# F-15 Broadheads Giveaway



## dyeguy1212 (Oct 15, 2010)

https://www.carbonexpressarrows.com/cms/content/f15dualblade.com

Just gotta pay the 5 bucks for shipping. I bought three of the fixed blades just for the heck of it. Always good to have a trusty back up in the quiver. I just got my godson into archery, so I'm sure I'll be forking out money for a lot of hunting gear next year.. he'll never guess I got these for 25 bucks off 8) :lol:


----------



## Jim (Oct 16, 2010)

Nice find! :beer:

They are out of the expandables..........


----------



## Quackrstackr (Oct 16, 2010)

I wonder if they sound like an F15 when you shoot them?  

Those look wicked but I've wondered how much energy they rob trying to push additional blades through flesh and bone.

Nice find.


----------



## dyeguy1212 (Oct 16, 2010)

I could see the expendables robbing KE, but not the fixed blades. The smaller blades wouldnt add up to much more surface area than a run of the mill 4 blade would.


----------



## lswoody (Oct 16, 2010)

Hey dyeguy, does the fixed broadhead hit the same place as field points??? Or is it a little different??? Thanks!!!!


----------



## ShadowWalker (Oct 17, 2010)

You can get close using the same weight field point and broadhead, but there is no substitute for practicing with the broadheads. Thats kinda like sighting in a rifle for a specific bullet and going hunting with a different one.


----------



## dyeguy1212 (Oct 17, 2010)

lswoody said:


> Hey dyeguy, does the fixed broadhead hit the same place as field points??? Or is it a little different??? Thanks!!!!

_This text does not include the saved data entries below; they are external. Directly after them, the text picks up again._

import type { EntityManager } from '@mikro-orm/better-sqlite'
import { UniqueConstraintViolationException } from '@mikro-orm/core'
import type {
  AttachDatasetInput,
  CreateManuscriptInput,
  JournalDto,
  ManuscriptDto,
} from '@shared/schemas/manuscript.schema'
import {
  ConflictError,
  ForbiddenError,
  NotFoundError,
  ValidationError,
} from '../../errors/http-error'
import type { Actor } from '../../services'
import { audit } from '../audit/audit.service'
import { authorise, findDataset, subjectOf } from '../datasets/dataset-access'
import { Dataset, type IDataset } from '../datasets/dataset.entity'
import { liveLinkCounts } from '../reviewer-links/reviewer-links.service'
import { User } from '../users/user.entity'
import { journalsEditedBy } from './journal-editors'
import { Journal, Manuscript, ManuscriptDataset, type IManuscript } from './manuscript.entity'

type SignedIn = Actor & { user: NonNullable<Actor['user']> }

export async function listJournals(em: EntityManager): Promise<JournalDto[]> {
  const journals = await em.find(Journal, {}, { orderBy: { name: 'asc' } })
  return journals.map((j) => ({ id: j.id, name: j.name }))
}

/** Journals whose manuscripts this person sees as an editor (only with the editor site role). */
async function editedJournals(em: EntityManager, actor: SignedIn): Promise<number[]> {
  return actor.user.siteRole === 'editor' ? journalsEditedBy(em, actor.user.id) : []
}

/**
 * Who sees a manuscript: whoever created it, the editors of its journal and site admins (the
 * depositors of an attached dataset see it on that dataset's page, see manuscriptsOfDataset).
 */
const maySee = (actor: SignedIn, m: IManuscript, journals: number[]) =>
  m.createdBy === actor.user.id || journals.includes(m.journal) || actor.user.siteRole === 'admin'

/** Datasets referred to by accession or id, each checked for the share right (attaching opens it to editors). */
async function attachable(em: EntityManager, actor: Actor, refs: (string | number)[]) {
  const out: IDataset[] = []
  for (const ref of refs) {
    const key = String(ref)
    out.push(authorise(actor as never, await findDataset(em, key), key, 'share'))
  }
  return out
}

function attach(em: EntityManager, actor: SignedIn, manuscript: IManuscript, dataset: IDataset) {
  em.create(ManuscriptDataset, {
    manuscript: manuscript.id,
    dataset: dataset.id,
    attachedBy: actor.user.id,
  })
  audit(em, actor, {
    action: 'manuscript.attach',
    targetType: 'Dataset',
    targetId: dataset.accession,
    details: { manuscript: manuscript.id, reference: manuscript.reference },
  })
}

export async function createManuscript(
  em: EntityManager,
  actor: SignedIn,
  input: CreateManuscriptInput,
  now: Date,
): Promise<ManuscriptDto> {
  const journal = await em.findOne(Journal, { id: input.journalId })
  if (!journal)
    throw new ValidationError(
      [{ pointer: '/journalId', detail: 'No such journal' }],
      'No such journal.',
    )
  const datasets = await attachable(em, actor, input.datasets)
  const manuscript = em.create(Manuscript, {
    journal: journal.id,
    reference: input.reference,
    title: input.title,
    createdBy: actor.user.id,
  })
  try {
    await em.flush()
  } catch (error) {
    if (error instanceof UniqueConstraintViolationException)
      throw new ConflictError(
        `${journal.name} already has a manuscript ${input.reference} here; attach the data to it instead.`,
      )
    throw error
  }
  audit(em, actor, {
    action: 'manuscript.create',
    targetType: 'Manuscript',
    targetId: manuscript.id,
    details: { journal: journal.name, reference: manuscript.reference },
  })
  for (const dataset of new Map(datasets.map((d) => [d.id, d])).values())
    attach(em, actor, manuscript, dataset)
  await em.flush()
  return (await toManuscriptDtos(em, actor, [manuscript], now))[0]!
}

async function visibleManuscript(em: EntityManager, actor: SignedIn, id: number) {
  const manuscript = await em.findOne(Manuscript, { id })
  if (!manuscript || !maySee(actor, manuscript, await editedJournals(em, actor)))
    throw new NotFoundError('manuscript', id)
  return manuscript
}

/** Attaching needs the share right on the dataset and a manuscript one created (or an admin). */
export async function attachDataset(
  em: EntityManager,
  actor: SignedIn,
  manuscriptId: number,
  input: AttachDatasetInput,
  now: Date,
): Promise<ManuscriptDto> {
  const manuscript = await visibleManuscript(em, actor, manuscriptId)
  if (manuscript.createdBy !== actor.user.id && actor.user.siteRole !== 'admin')
    throw new ForbiddenError(
      'Only the depositor who created this manuscript can attach data to it.',
    )
  const [dataset] = await attachable(em, actor, [input.dataset])
  const already = await em.count(ManuscriptDataset, {
    manuscript: manuscript.id,
    dataset: dataset!.id,
  })
  if (!already) attach(em, actor, manuscript, dataset!)
  await em.flush()
  return (await toManuscriptDtos(em, actor, [manuscript], now))[0]!
}

export async function detachDataset(
  em: EntityManager,
  actor: SignedIn,
  manuscriptId: number,
  datasetRef: string,
): Promise<void> {
  const manuscript = await visibleManuscript(em, actor, manuscriptId)
  const [dataset] = await attachable(em, actor, [datasetRef])
  const row = await em.findOne(ManuscriptDataset, {
    manuscript: manuscript.id,
    dataset: dataset!.id,
  })
  if (!row) throw new NotFoundError('attached dataset', datasetRef)
  em.remove(row)
  audit(em, actor, {
    action: 'manuscript.detach',
    targetType: 'Dataset',
    targetId: dataset!.accession,
    details: { manuscript: manuscript.id, reference: manuscript.reference },
  })
  await em.flush()
}

/** The manuscripts on this person's page: those they created, and their journals' as an editor. */
export async function listManuscripts(
  em: EntityManager,
  actor: SignedIn,
  now: Date,
): Promise<ManuscriptDto[]> {
  const journals = await editedJournals(em, actor)
  const where =
    actor.user.siteRole === 'admin'
      ? {}
      : { $or: [{ createdBy: actor.user.id }, { journal: { $in: journals } }] }
  const manuscripts = await em.find(Manuscript, where, {
    orderBy: { createdAt: 'desc', id: 'desc' },
  })
  return toManuscriptDtos(em, actor, manuscripts, now)
}

/** Manuscripts a dataset is attached to, for its depositors (share right) and the editors involved. */
export async function manuscriptsOfDataset(
  em: EntityManager,
  actor: SignedIn,
  dataset: IDataset,
  now: Date,
): Promise<ManuscriptDto[]> {
  const rows = await em.find(ManuscriptDataset, { dataset: dataset.id })
  if (!rows.length) return []
  const journals = await editedJournals(em, actor)
  const depositor = actor.ability.can('share', subjectOf(dataset))
  const manuscripts = (
    await em.find(
      Manuscript,
      { id: { $in: rows.map((r) => r.manuscript) } },
      { orderBy: { id: 'asc' } },
    )
  ).filter((m) => depositor || maySee(actor, m, journals))
  return toManuscriptDtos(em, actor, manuscripts, now)
}

/** DTOs with only the datasets this person may read; the others are counted, not named. */
async function toManuscriptDtos(
  em: EntityManager,
  actor: Actor,
  manuscripts: IManuscript[],
  now: Date,
): Promise<ManuscriptDto[]> {
  if (!manuscripts.length) return []
  const ids = manuscripts.map((m) => m.id)
  const [links, journals] = await Promise.all([
    em.find(ManuscriptDataset, { manuscript: { $in: ids } }, { orderBy: { id: 'asc' } }),
    em.find(Journal, { id: { $in: [...new Set(manuscripts.map((m) => m.journal))] } }),
  ])
  const datasets = links.length
    ? await em.find(Dataset, { id: { $in: [...new Set(links.map((l) => l.dataset))] } })
    : []
  const readable = new Map(
    datasets.filter((d) => actor.ability.can('read', subjectOf(d))).map((d) => [d.id, d]),
  )
  const live = await liveLinkCounts(em, [...readable.keys()], now)
  const creators = manuscripts.map((m) => m.createdBy).filter((id): id is number => id != null)
  const users = creators.length ? await em.find(User, { id: { $in: creators } }) : []
  const userName = new Map(users.map((u) => [u.id, u.name]))
  const journalName = new Map(journals.map((j) => [j.id, j.name]))
  return manuscripts.map((m) => {
    const attached = links.filter((l) => l.manuscript === m.id)
    const shown = attached.map((l) => readable.get(l.dataset)).filter((d) => d !== undefined)
    return {
      id: m.id,
      journal: { id: m.journal, name: journalName.get(m.journal) ?? '' },
      reference: m.reference,
      title: m.title,
      createdAt: m.createdAt.toISOString(),
      createdBy:
        m.createdBy != null ? { id: m.createdBy, name: userName.get(m.createdBy) ?? '' } : null,
      datasets: shown.map((d) => ({
        id: d.id,
        accession: d.accession,
        title: d.title,
        state: d.state,
        embargoUntil: d.embargoUntil ? d.embargoUntil.toISOString().slice(0, 10) : null,
        liveReviewerLinks: live.get(d.id) ?? 0,
      })),
      hiddenDatasets: attached.length - shown.length,
    }
  })
}
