import { defineEntity, p, type InferEntity } from '@mikro-orm/core'

/**
 * What the stand-in identity provider keeps between requests (its sessions, interactions, grants,
 * codes, tokens), one row per model and id, so a restart does not lose a sign-in in progress.
 */
export const OidcPayload = defineEntity({
  name: 'OidcPayload',
  properties: {
    model: p.string().primary(),
    id: p.string().primary(),
    payload: p.json<Record<string, unknown>>(),
    grantId: p.string().nullable().index(),
    uid: p.string().nullable().index(),
    userCode: p.string().nullable().index(),
    expiresAt: p.datetime().nullable().index(),
  },
})
export type IOidcPayload = InferEntity<typeof OidcPayload>
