import { existsSync, readFileSync, writeFileSync } from 'node:fs'
import { join } from 'node:path'
import { exportJWK, generateKeyPair, type JWK } from 'jose'

/**
 * The local provider's signing key, made once and kept in the data directory (by the primary when
 * several processes serve HTTP, so they never race to make it).
 */
export async function signingKey(dataDir: string): Promise<JWK> {
  const file = join(dataDir, 'idp-signing-key.json')
  if (existsSync(file)) return JSON.parse(readFileSync(file, 'utf8')) as JWK
  const { privateKey } = await generateKeyPair('RS256', { extractable: true })
  const jwk = {
    ...(await exportJWK(privateKey)),
    kid: `stipple-${Date.now()}`,
    alg: 'RS256',
    use: 'sig',
  }
  writeFileSync(file, JSON.stringify(jwk), { mode: 0o600 })
  return jwk
}
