import express, { Router, type Request, type Response } from 'express'
import type Provider from 'oidc-provider'
import { escapeHtml, renderPage } from '../../http/html-page'
import { checkPassword, type DemoAccount } from './accounts'
import { perMinuteLimit } from '../../http/rate-limit'

function loginPage(uid: string, options: { login?: string; error?: string; demo: boolean }) {
  const error = options.error
    ? `<p class="error" role="alert">${escapeHtml(options.error)}</p>`
    : ''
  const hint = options.demo
    ? '<p class="hint">Demo identity provider: use one of the demo sign-ins that <code>npm start</code> printed.</p>'
    : ''
  return renderPage({
    title: 'Sign in',
    body: `<h1>Sign in</h1><p>Institution sign-in for the Stipple consortium hub.</p>${error}
<form method="post" action="/idp/interaction/${escapeHtml(uid)}/login" autocomplete="on">
<label for="login">E-mail</label>
<input id="login" name="login" type="email" required autofocus autocomplete="username" value="${escapeHtml(options.login ?? '')}">
<label for="password">Password</label>
<input id="password" name="password" type="password" required autocomplete="current-password">
<button type="submit">Sign in</button>
</form>
<form method="get" action="/idp/interaction/${escapeHtml(uid)}/abort"><button class="secondary" type="submit">Cancel</button></form>${hint}`,
  })
}

function expiredPage(res: Response) {
  res
    .status(400)
    .type('html')
    .send(
      renderPage({
        title: 'Sign-in expired',
        body: '<h1>This sign-in page has expired</h1><p>It was used already, or it was left open too long. Start again from Stipple.</p><a class="button" href="/auth/login">Sign in again</a>',
      }),
    )
}

/** An interaction the provider no longer knows (used, expired, or from another browser). */
const isStale = (err: unknown) => (err as { name?: string })?.name === 'SessionNotFound'

/** The stand-in provider's own interaction pages: a login form, and cancel. */
export function interactionRouter(
  provider: Provider,
  accounts: DemoAccount[],
  signInLimit: number,
): Router {
  const router = Router()
  const byEmail = new Map(accounts.map((a) => [a.email, a]))
  const limiter = perMinuteLimit('idp-sign-in', signInLimit)
  const noStore = (_req: Request, res: Response, next: () => void) => {
    res.set('cache-control', 'no-store')
    next()
  }

  router.get('/interaction/:uid', noStore, async (req, res) => {
    const details = await provider.interactionDetails(req, res)
    if (details.prompt.name !== 'login') {
      // Consent is granted by loadExistingGrant; anything else finishes straight away.
      return provider.interactionFinished(req, res, {}, { mergeWithLastSubmission: true })
    }
    res.type('html').send(loginPage(details.uid, { demo: true }))
  })

  router.post(
    '/interaction/:uid/login',
    noStore,
    limiter,
    express.urlencoded({ extended: false, limit: '10kb' }),
    async (req, res) => {
      const details = await provider.interactionDetails(req, res)
      const login = String(req.body?.login ?? '')
        .trim()
        .toLowerCase()
      const password = String(req.body?.password ?? '')
      const account = byEmail.get(login)
      if (!account || !checkPassword(account, password)) {
        return res
          .status(401)
          .type('html')
          .send(
            loginPage(details.uid, {
              login,
              error: 'That e-mail and password do not match an account.',
              demo: true,
            }),
          )
      }
      await provider.interactionFinished(
        req,
        res,
        { login: { accountId: account.sub } },
        { mergeWithLastSubmission: false },
      )
    },
  )

  router.get('/interaction/:uid/abort', noStore, async (req, res) => {
    await provider.interactionFinished(
      req,
      res,
      { error: 'access_denied', error_description: 'The sign-in was cancelled.' },
      { mergeWithLastSubmission: false },
    )
  })

  router.use((err: unknown, _req: Request, res: Response, next: (e?: unknown) => void) =>
    isStale(err) ? expiredPage(res) : next(err),
  )

  return router
}
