import { createHash, timingSafeEqual } from 'node:crypto'
import { readFileSync } from 'node:fs'
import { z } from 'zod'

/** Roles of the demo accounts: a site role, or the part the person plays in the demo projects. */
export const DEMO_ROLES = [
  'admin',
  'steward',
  'editor',
  'owner',
  'depositor',
  'collaborator',
] as const

export const accountFileSchema = z.array(
  z.object({
    email: z.email(),
    password: z.string().min(8),
    name: z.string().min(1),
    role: z.enum(DEMO_ROLES),
  }),
)
export type DemoAccount = z.infer<typeof accountFileSchema>[number] & { sub: string }

/** A stable opaque subject per account, as a real provider would issue. */
export const subjectFor = (email: string) =>
  `acct-${createHash('sha256').update(email.toLowerCase()).digest('hex').slice(0, 16)}`

export function loadAccounts(file: string): DemoAccount[] {
  const parsed = accountFileSchema.parse(JSON.parse(readFileSync(file, 'utf8')))
  return parsed.map((a) => ({ ...a, email: a.email.toLowerCase(), sub: subjectFor(a.email) }))
}

const digest = (s: string) => createHash('sha256').update(s, 'utf8').digest()

/** Constant-time comparison of a typed password with the account's. */
export function checkPassword(account: DemoAccount, password: string): boolean {
  return timingSafeEqual(digest(account.password), digest(password))
}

Shadow walker said it right. I haven't got the broadheads in the mail, but you should always shoot the broadhead before hunting with it, even if its an expandable. If your bow is tuned correctly, it'll hit right with the field points.


I love seeing people complain about broadheads not hitting with field points, because it is NEVER the broadhead's fault. Always shooter/tuner error.


----------



## dyeguy1212 (Oct 19, 2010)

Just got my fixed blades in the mail.. really fast turn around.

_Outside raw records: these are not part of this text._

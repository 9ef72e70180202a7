import type { Adapter, AdapterFactory, AdapterPayload } from 'oidc-provider'
import type { Orm } from '../../db'
import { OidcPayload } from './oidc-payload.entity'

/** Models whose rows belong to a grant, revoked together when the grant is. */
const GRANTABLE = new Set([
  'AccessToken',
  'AuthorizationCode',
  'RefreshToken',
  'DeviceCode',
  'BackchannelAuthenticationRequest',
])

/**
 * oidc-provider's storage interface on Stipple's SQLite database (the library's own in-memory
 * adapter is for quick starts only and forgets everything at a restart). Expired rows are never
 * returned and are deleted by `pruneOidcPayloads`.
 */
export function sqliteAdapter(orm: Orm): AdapterFactory {
  return (model: string): Adapter => {
    const em = () => orm.em.fork()
    const live = () => ({ $or: [{ expiresAt: null }, { expiresAt: { $gt: new Date() } }] })
    const findOne = async (where: Record<string, unknown>) => {
      const row = await em().findOne(OidcPayload, { model, ...where, ...live() })
      return row ? (row.payload as AdapterPayload) : undefined
    }
    return {
      async upsert(id, payload, expiresIn) {
        await em().upsert(OidcPayload, {
          model,
          id,
          payload: payload as Record<string, unknown>,
          grantId: GRANTABLE.has(model) ? (payload.grantId ?? null) : null,
          uid: payload.uid ?? null,
          userCode: payload.userCode ?? null,
          expiresAt: expiresIn ? new Date(Date.now() + expiresIn * 1000) : null,
        })
      },
      find: (id) => findOne({ id }),
      findByUid: (uid) => findOne({ uid }),
      findByUserCode: (userCode) => findOne({ userCode }),
      async consume(id) {
        const row = await em().findOne(OidcPayload, { model, id })
        if (!row) return
        const payload = { ...row.payload, consumed: Math.floor(Date.now() / 1000) }
        await em().nativeUpdate(OidcPayload, { model, id }, { payload })
      },
      async destroy(id) {
        await em().nativeDelete(OidcPayload, { model, id })
      },
      async revokeByGrantId(grantId) {
        await em().nativeDelete(OidcPayload, { grantId })
      },
    }
  }
}

/** Deletes the provider's expired rows; the hourly upkeep calls it. */
export async function pruneOidcPayloads(orm: Orm, now = new Date()): Promise<number> {
  return orm.em.fork().nativeDelete(OidcPayload, { expiresAt: { $lte: now } })
}
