import { Router, type Request } from 'express'
import { z } from 'zod'
import { idSchema } from '@shared/schemas/common.schema'
import { attachDatasetSchema, createManuscriptSchema } from '@shared/schemas/manuscript.schema'
import { requireUser, signedInUser } from '../../http/authenticate'
import { requestEm as em } from '../../http/request-context'
import { parseBody, parseParams } from '../../http/validate'
import { clockOf, type AppDeps } from '../../services'
import { datasetFor, datasetParams } from '../datasets/dataset-access'
import {
  attachDataset,
  createManuscript,
  detachDataset,
  listJournals,
  listManuscripts,
  manuscriptsOfDataset,
} from './manuscripts.service'

const manuscriptParams = z.object({ id: idSchema })
const detachParams = manuscriptParams.extend({ dataset: z.string().min(1).max(40) })

/** /api/journals, /api/manuscripts and /api/datasets/:id/manuscripts. */
export function manuscriptsRouter(deps: AppDeps): Router {
  const router = Router()
  const now = clockOf(deps)
  const actor = (req: Request) => Object.assign(req, { user: signedInUser(req) })

  router.get('/journals', requireUser, async (_req, res) => {
    res.json({ items: await listJournals(em()) })
  })
  router.get('/manuscripts', requireUser, async (req, res) => {
    res.json({ items: await listManuscripts(em(), actor(req), now()) })
  })
  router.post('/manuscripts', requireUser, async (req, res) => {
    const input = parseBody(createManuscriptSchema, req)
    res.status(201).json(await createManuscript(em(), actor(req), input, now()))
  })
  router.post('/manuscripts/:id/datasets', requireUser, async (req, res) => {
    const { id } = parseParams(manuscriptParams, req)
    const input = parseBody(attachDatasetSchema, req)
    res.json(await attachDataset(em(), actor(req), id, input, now()))
  })
  router.delete('/manuscripts/:id/datasets/:dataset', requireUser, async (req, res) => {
    const { id, dataset } = parseParams(detachParams, req)
    await detachDataset(em(), actor(req), id, dataset)
    res.status(204).end()
  })
  router.get('/datasets/:id/manuscripts', requireUser, async (req, res) => {
    const dataset = await datasetFor(req, em(), parseParams(datasetParams, req).id, 'read')
    res.json({ items: await manuscriptsOfDataset(em(), actor(req), dataset, now()) })
  })
  return router
}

They seem legit, spin true and are hella sharp. Build like a tank as well, I wouldnt think twice about sticking this into the shoulder of a whitetail


----------



## lswoody (Oct 19, 2010)

Thanks for the info dyegye!!!!


----------



## wasilvers (Oct 20, 2010)

Thanks for the info, I just ordered some too, We'll see how they work this season - let the blood flow!


----------



## dyeguy1212 (Oct 20, 2010)

wasilvers said:


> Thanks for the info, I just ordered some too, We'll see how they work this season - let the blood flow!

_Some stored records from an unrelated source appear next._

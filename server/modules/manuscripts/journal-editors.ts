import type { EntityManager } from '@mikro-orm/better-sqlite'
import { JournalEditor, Manuscript, ManuscriptDataset } from './manuscript.entity'

/** Journals this person edits (their site role is checked by the caller). */
export async function journalsEditedBy(em: EntityManager, userId: number): Promise<number[]> {
  const rows = await em.find(
    JournalEditor,
    { user: userId },
    { fields: ['journal'], disableIdentityMap: true },
  )
  return rows.map((r) => r.journal)
}

/** Datasets attached to any manuscript of the journals this person edits, for the abilities. */
export async function manuscriptDatasetsOf(em: EntityManager, userId: number): Promise<number[]> {
  const journals = await journalsEditedBy(em, userId)
  if (!journals.length) return []
  const rows = await em.find(
    ManuscriptDataset,
    { manuscript: { $in: await manuscriptIdsOf(em, journals) } },
    { fields: ['dataset'], disableIdentityMap: true },
  )
  return [...new Set(rows.map((r) => r.dataset))].sort((a, b) => a - b)
}

async function manuscriptIdsOf(em: EntityManager, journals: number[]): Promise<number[]> {
  const rows = await em.find(
    Manuscript,
    { journal: { $in: journals } },
    { fields: ['id'], disableIdentityMap: true },
  )
  return rows.map((r) => r.id)
}
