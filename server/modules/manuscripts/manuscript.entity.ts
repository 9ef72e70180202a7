import { defineEntity, p, type InferEntity } from '@mikro-orm/core'
import { Dataset } from '../datasets/dataset.entity'
import { User } from '../users/user.entity'

/** A journal whose editors check the data behind its manuscripts. */
export const Journal = defineEntity({
  name: 'Journal',
  properties: {
    id: p.integer().primary(),
    name: p.string().unique(),
    createdAt: p.datetime().onCreate(() => new Date()),
  },
})
export type IJournal = InferEntity<typeof Journal>

/**
 * An editor belongs to a journal through this row (one person may edit several journals). It
 * opens that journal's manuscripts only while the person also holds the site role 'editor'.
 */
export const JournalEditor = defineEntity({
  name: 'JournalEditor',
  uniques: [{ properties: ['journal', 'user'] }],
  properties: {
    id: p.integer().primary(),
    journal: p.manyToOne(Journal).mapToPk().deleteRule('cascade'),
    user: p.manyToOne(User).mapToPk().index().deleteRule('cascade'),
  },
})
export type IJournalEditor = InferEntity<typeof JournalEditor>

/** A manuscript under consideration at a journal, created by a depositor to link its data. */
export const Manuscript = defineEntity({
  name: 'Manuscript',
  uniques: [{ properties: ['journal', 'reference'] }],
  properties: {
    id: p.integer().primary(),
    journal: p.manyToOne(Journal).mapToPk().index(),
    /** The journal's own manuscript number, e.g. "NIM-2026-0412". */
    reference: p.string(),
    title: p.string(),
    createdBy: p.manyToOne(User).mapToPk().nullable(),
    createdAt: p.datetime().onCreate(() => new Date()),
  },
})
export type IManuscript = InferEntity<typeof Manuscript>

/** A dataset attached to a manuscript by one of its depositors: the journal's editors may read it. */
export const ManuscriptDataset = defineEntity({
  name: 'ManuscriptDataset',
  uniques: [{ properties: ['manuscript', 'dataset'] }],
  properties: {
    id: p.integer().primary(),
    manuscript: p.manyToOne(Manuscript).mapToPk().deleteRule('cascade'),
    dataset: p.manyToOne(Dataset).mapToPk().index().deleteRule('cascade'),
    attachedBy: p.manyToOne(User).mapToPk().nullable(),
    attachedAt: p.datetime().onCreate(() => new Date()),
  },
})
export type IManuscriptDataset = InferEntity<typeof ManuscriptDataset>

I'm going to see if I can't let one fly this weekend... I have a stand that overlooks a long ways, so with the leaves down, I can take a pretty long shot. If I see a doe I want to take, hopefully itll be far enough away to let me unnock my T3 and nock up an F15. Gotta stay prepared with the trusty stand-by :lol:


----------



## Quackrstackr (Oct 21, 2010)

Hopefully you or this guy can give us some results on the fixed blade.

It doesn't look like the mechanical fared to well...

https://www.archerytalk.com/vb/showthread.php?t=1339072


----------



## dyeguy1212 (Oct 21, 2010)

Quackrstackr said:


> Hopefully you or this guy can give us some results on the fixed blade.
> 
> It doesn't look like the mechanical fared to well...
> 
> https://www.archerytalk.com/vb/showthread.php?t=1339072



I'm not surprised, I could tell just by looking at the thing. But show me a post saying a broadhead hasn't broken before, and I'll show you a liar. It happens. Whether or not it should break on a rib is another story though :lol:


----------



## Quackrstackr (Oct 21, 2010)

You could give a review of a Sherman tank vs a deer on AT and there will be sparks flying about the results. :lol:


----------



## wasilvers (Oct 21, 2010)

One of the tests I do on mechanicals is shoot, from an elevated stand, a piece of 3/4 inch plywood that is lying flat on hard packed ground. I personally think the plywood is a fair representation of ribs. I expect the blades to open and the arrow should continue into the ground a good distance. Usually the blades bend a bit after going through the plywood I had one fixed blade broadhead loose a couple of blades with this test -so the rest of the pack went straight to the garbage. 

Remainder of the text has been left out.